§ Assignment
Exactly the lines from the one with "return Ok(());" through the end of the material are to be output, both included, with no other text.

—————

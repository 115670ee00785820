//! The operator's terminal UI: one loop of event → action → update → draw.
//!
//! Set-up happens before the terminal is touched (site config, journal file), so every
//! error there is plain text on stderr. The journal is written on its own thread; drawing
//! reads state only. On the way out (quit, error, signal) pending records are flushed
//! before the terminal is given back; a panic restores the terminal from its hook.

pub mod app;
pub mod ctx;
pub mod event;
pub mod key;
pub mod keymap;
pub mod layout;
pub mod options;
pub mod overlay;
pub mod render;
pub mod session_log;
pub mod startup;
pub mod strings;
pub mod terminal;
pub mod theme;
pub mod views;
pub mod widgets;
pub mod writer;

use app::{App, RunState};
use event::Input;
pub use options::TuiOptions;
use std::io::IsTerminal;
use std::process::ExitCode;
use std::time::Duration;
use terminal::{StopFlag, Term, TerminalGuard};
use writer::JournalLink;

/// How long to wait for a key before looking at the journal, the clock and signals.
const POLL: Duration = Duration::from_millis(100);

/// Exit code for bad input or a wrong place to run (no terminal), as the command line uses.
pub const EXIT_BAD_INPUT: u8 = 2;

pub fn run(opts: &TuiOptions) -> anyhow::Result<ExitCode> {
    if !std::io::stdout().is_terminal() {
        eprintln!("{}", strings::NOT_A_TERMINAL);
        return Ok(ExitCode::from(EXIT_BAD_INPUT));
    }
    let start = match startup::prepare(opts)? {
        Ok(start) => start,
        Err(code) => return Ok(code),
    };
    let mut app = start.app;
    let mut link = JournalLink::start(start.writer);
    let stop = StopFlag::register()?;
    let mut guard = TerminalGuard::enter()?;
    let outcome = run_loop(&mut guard.terminal, &mut app, &mut link, &stop);
    // Flush first, then give the terminal back.
    for reply in link.close(Some(crate::journal::Payload::SessionEnd)) {
        app.on_reply(&reply);
    }
    drop(guard);
    outcome?;
    Ok(startup::farewell(&app, stop.is_set()))
}

fn run_loop(
    term: &mut Term,
    app: &mut App,
    link: &mut JournalLink,
    stop: &StopFlag,
) -> anyhow::Result<()> {
    let mut dirty = true;
    let mut shown_second = None;
    let drill = panic_drill();
    while app.state() == RunState::Running {
        if stop.is_set() {
            app.force_quit();
            break;
        }
        dirty |= pump_journal(app, link);
        let now = chrono::Local::now().fixed_offset();
        if shown_second != Some(now.timestamp()) {
            shown_second = Some(now.timestamp());
            app.tick(now);
            dirty = true;
        }
        if dirty {
            draw(term, app)?;
            dirty = false;
        }
        match event::next(POLL)? {
            Some(Input::Key(key)) => {
                app.on_key(&key);
                dirty = true;
                if drill && key.code == ratatui::crossterm::event::KeyCode::F(12) {
                    panic!("fault drill: a panic on F12 (RHEOSIDE_FAULT_DRILL=panic)");
                }
            }
            Some(Input::Resize) => dirty = true,
            Some(Input::HangUp) => {
                app.force_quit();
                break;
            }
            None => {}
        }
    }
    pump_journal(app, link);
    Ok(())
}

/// The fault drill of the test suite: with `RHEOSIDE_FAULT_DRILL=panic`, F12 panics inside
/// the loop, so a test can check that a panic gives the terminal back (the panic hook and the
/// guard's drop). Off unless that variable is set; nothing else reads it.
fn panic_drill() -> bool {
    std::env::var("RHEOSIDE_FAULT_DRILL").is_ok_and(|v| v == "panic")
}

/// Hand new records to the writer thread and take in its answers; true if anything changed.
fn pump_journal(app: &mut App, link: &mut JournalLink) -> bool {
    let mut changed = false;
    for out in app.take_outbox() {
        if !link.send(out.ticket, out.equipment, out.payload) {
            app.ctx.log.writer_lost(strings::status::WRITER_GONE);
        }
        changed = true;
    }
    for reply in link.replies() {
        app.on_reply(&reply);
        changed = true;
    }
    changed
}

/// A hung-up terminal can report 0×0: nothing is drawn then.
fn draw(term: &mut Term, app: &App) -> std::io::Result<()> {
    let size = term.size()?;
    if size.width == 0 || size.height == 0 {
        return Ok(());
    }
    term.draw(|frame| render::draw(app, frame))?;
    Ok(())
}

—————

§ Exercise solution
        return Ok(());
    }
    term.draw(|frame| render::draw(app, frame))?;
    Ok(())
}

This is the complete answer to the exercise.